I would do it like this.

 table name: permission columns: id, permission_name 

and then I can assign multiple permissions to the user using the many-many relationship table

 table name: user_permission columns: permission_id, user_id 

This design will allow me to add as many permissions as I want and assign them to as many users as possible.

While the above design comes with your requirement, I have my own ACL implementation method in my application. I post it here.

My ACL implementation method is as follows:

  • The user will be assigned a role (Admin, guest, staff, public)
  • The role will be assigned one or more permissions (user_write, user_modify, report_read), etc.
  • Permission for the User will be inherited from the role that he / she is
  • A user can be assigned by permission manually, except for the permission inherited from the role.

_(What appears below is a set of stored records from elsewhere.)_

static void test_ticks_linear_examples(void **state)
{
	double t[WL_TICKS_MAX];
	size_t n, i;
	(void)state;
	n = wl_ticks_linear(0, 1, 6, t, WL_TICKS_MAX);
	assert_int_equal(n, 6);
	for (i = 0; i < n; i++)
		assert_true(fabs(t[i] - 0.2 * (double)i) < 1e-12);
	n = wl_ticks_linear(-3.7, 12.2, 9, t, WL_TICKS_MAX);
	assert_int_equal(n, 8); /* -2, 0, ..., 12 */
	assert_true(t[0] == -2 && t[7] == 12);
	/* zero is exactly zero, not 1e-17 (0.1 steps do not add up exactly) */
	n = wl_ticks_linear(-0.3, 0.3, 7, t, WL_TICKS_MAX);
	assert_int_equal(n, 7);
	assert_true(t[3] == 0.0 && !signbit(t[3]));
	n = wl_ticks_linear(5, 5, 5, t, WL_TICKS_MAX);
	assert_int_equal(n, 1);
	n = wl_ticks_linear(NAN, 1, 5, t, WL_TICKS_MAX);
	assert_int_equal(n, 0);
}

/* Properties over many ranges (common practice for tick generators): within
 * range, at most max_ticks, at least 2 when max >= 3, equal 1-2-5 steps. */
static void test_ticks_linear_properties(void **state)
{
	unsigned s = 12345;
	int k;
	(void)state;
	for (k = 0; k < 2000; k++) {
		double t[WL_TICKS_MAX], lo, hi, step;
		size_t n, i, maxt;
		s = s * 1103515245u + 12345u;
		lo = ((double)(s % 20001) - 10000) * pow(10, (double)(s % 9) - 4) / 1000;
		s = s * 1103515245u + 12345u;
		hi = lo + ((double)(s % 10000) + 1) * pow(10, (double)(s % 7) - 3) / 1000;
		maxt = 3 + s % 8;
		n = wl_ticks_linear(lo, hi, maxt, t, WL_TICKS_MAX);
		assert_true(n >= 2);
		step = t[1] - t[0];
		assert_true(is_125_step(step));
		if (n > maxt) {
			/* allowed only when the next coarser 1-2-5 step would leave < 2 ticks */
			double e = pow(10, floor(log10(step) + 1e-9)), f = step / e;
			double coarser = (f < 1.5 ? 2 : f < 3 ? 5 : 10) * e;
			assert_true(floor(hi / coarser + 1e-9) - ceil(lo / coarser - 1e-9) + 1 < 2);
		}
		for (i = 0; i < n; i++) {
			assert_true(t[i] >= lo - 1e-9 * step && t[i] <= hi + 1e-9 * step);
			if (i)
				assert_true(fabs(t[i] - t[i - 1] - step) < 1e-6 * step);
		}
	}
}

/* Reference: matplotlib 3.6.3 (Debian python3-matplotlib; tests/data/references.md,
 * "Plot scales"; tests/tools/regen-plot-scales.py),
 * SymmetricalLogTransform(base=10, linthresh=0.5, linscale=1).transform of
 * [0.1, 0.5, 1, 5, -50] = [0.11111111, 0.55555556, 0.70607055, 1.05555556, -1.55555556]. */
static void test_symlog_transform(void **state)
{
	const double x[5] = {0.1, 0.5, 1, 5, -50};
	const double ref[5] = {0.11111111, 0.55555556, 0.70607055, 1.05555556, -1.55555556};
	int i;
	(void)state;
	for (i = 0; i < 5; i++) {
		assert_true(fabs(wl_symlog(x[i], 0.5) - ref[i]) < 1e-7);
		assert_true(fabs(wl_symlog_inv(wl_symlog(x[i], 0.5), 0.5) - x[i]) <
		            1e-12 * fmax(1, fabs(x[i])));
	}
	assert_true(wl_symlog(0, 0.5) == 0);
	/* monotone across the threshold */
	for (i = -2000; i < 2000; i++)
		assert_true(wl_symlog((i + 1) * 0.001, 0.5) > wl_symlog(i * 0.001, 0.5));
}

static void test_symlog_ticks(void **state)
{
	double t[WL_TICKS_MAX];
	const double want[7] = {-100, -10, -1, 0, 1, 10, 100};
	size_t n, i;
	(void)state;
	n = wl_ticks_symlog(-150, 150, 1, 9, t, WL_TICKS_MAX);
	assert_int_equal(n, 7);
	for (i = 0; i < n; i++)
		assert_true(fabs(t[i] - want[i]) < 1e-9 * fmax(1, fabs(want[i])));
	/* many decades are thinned to fit */
	n = wl_ticks_symlog(-1e9, 1e9, 1, 9, t, WL_TICKS_MAX);
	assert_true(n <= 9 && n >= 5);
	for (i = 1; i < n; i++)
		assert_true(t[i] > t[i - 1]);
	/* a threshold that is not a power of ten (a body diameter) still gives
	 * round decades: +-0.1, +-1, +-10, not +-0.14, +-1.4, +-14 */
	{
		const double want2[7] = {-10, -1, -0.1, 0, 0.1, 1, 10};
		n = wl_ticks_symlog(-30, 30, 0.14, 9, t, WL_TICKS_MAX);
		assert_int_equal(n, 7);
		for (i = 0; i < n; i++)
			assert_true(fabs(t[i] - want2[i]) < 1e-12 * fmax(1, fabs(want2[i])));
	}
	/* inside the linear part: linear ticks */
	n = wl_ticks_symlog(-0.4, 0.4, 1, 9, t, WL_TICKS_MAX);
	assert_true(n >= 3);
	assert_true(fabs(t[1] - t[0] - (t[2] - t[1])) < 1e-12);
}

/* Reference (tests/data/references.md, "Plot scales"): matplotlib 3.6.3 cm.get_cmap('viridis') at t = 0,
 * 0.37, 0.5, 0.8, 1.0 (the 256-entry table, nearest entry). */
static void test_viridis(void **state)
{
	const double t[5] = {0, 0.37, 0.5, 0.8, 1.0};
	const double ref[5][3] = {{0.267004, 0.004874, 0.329415},
	                          {0.175841, 0.441290, 0.557685},
	                          {0.127568, 0.566949, 0.550556},
	                          {0.477504, 0.821444, 0.318195},
	                          {0.993248, 0.906157, 0.143936}};
	double rgb[3];
	int i, k;
	(void)state;
	for (i = 0; i < 5; i++) {
		wl_cmap_viridis(t[i], rgb);
		for (k = 0; k < 3; k++)
			assert_true(fabs(rgb[k] - ref[i][k]) < 0.01);
	}
	wl_cmap_viridis(-3, rgb);
	assert_true(fabs(rgb[0] - 0.267004) < 1e-6);
	wl_cmap_viridis(NAN, rgb);
	assert_true(rgb[0] == rgb[1] && rgb[1] == rgb[2]);
}

static void test_tick_labels_locale(void **state)
{
	char b[32];
	int have = setlocale(LC_NUMERIC, "de_DE.UTF-8") != NULL;
	(void)state;
	if (!have)
		print_message("de_DE.UTF-8 not installed: the label test runs in the C locale only\n");
	assert_string_equal(wl_tick_label(b, 0.1 + 0.2), "0.3");
	assert_string_equal(wl_tick_label(b, -0.0), "0");
	assert_string_equal(wl_tick_label(b, 12.5), "12.5");
	assert_string_equal(wl_tick_label(b, -0.002), "-0.002");
	assert_string_equal(wl_tick_label(b, 250), "250");
	assert_string_equal(wl_tick_label(b, 10), "10");
	assert_string_equal(wl_tick_label(b, 400), "400");
	assert_string_equal(wl_tick_label(b, 1e-7), "1e-07");
	setlocale(LC_NUMERIC, "C");
}

/* ---- files ---- */

static long file_size(const char *p)
{
	struct stat st;
	return stat(p, &st) == 0 ? (long)st.st_size : -1;
}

For this, I came up with the following database design.

 role I store the role name here +----------+ | Field | +----------+ | id | | roleName | +----------+ permission: I store the permission name and key here Permission name is for displaying to user. Permission key is for determining the permission. +----------------+ | Field | +----------------+ | id | | permissionName | | permissionKey | +----------------+ role_permission I assign permission to role here +---------------+ | Field | +---------------+ | id | | role_id | | permission_id | +---------------+ user_role I assign role to the user here +---------------+ | Field | +---------------+ | id | | user_id | | role_id | +---------------+ user_permission I store the manual permission I may allow for the user here +---------------+ | Field | +---------------+ | id | | user_id | | permission_id | +---------------+ 

This gives me more control over the ACL. I can allow super administrators to assign permissions, etc. As I said, this is just to give you this idea.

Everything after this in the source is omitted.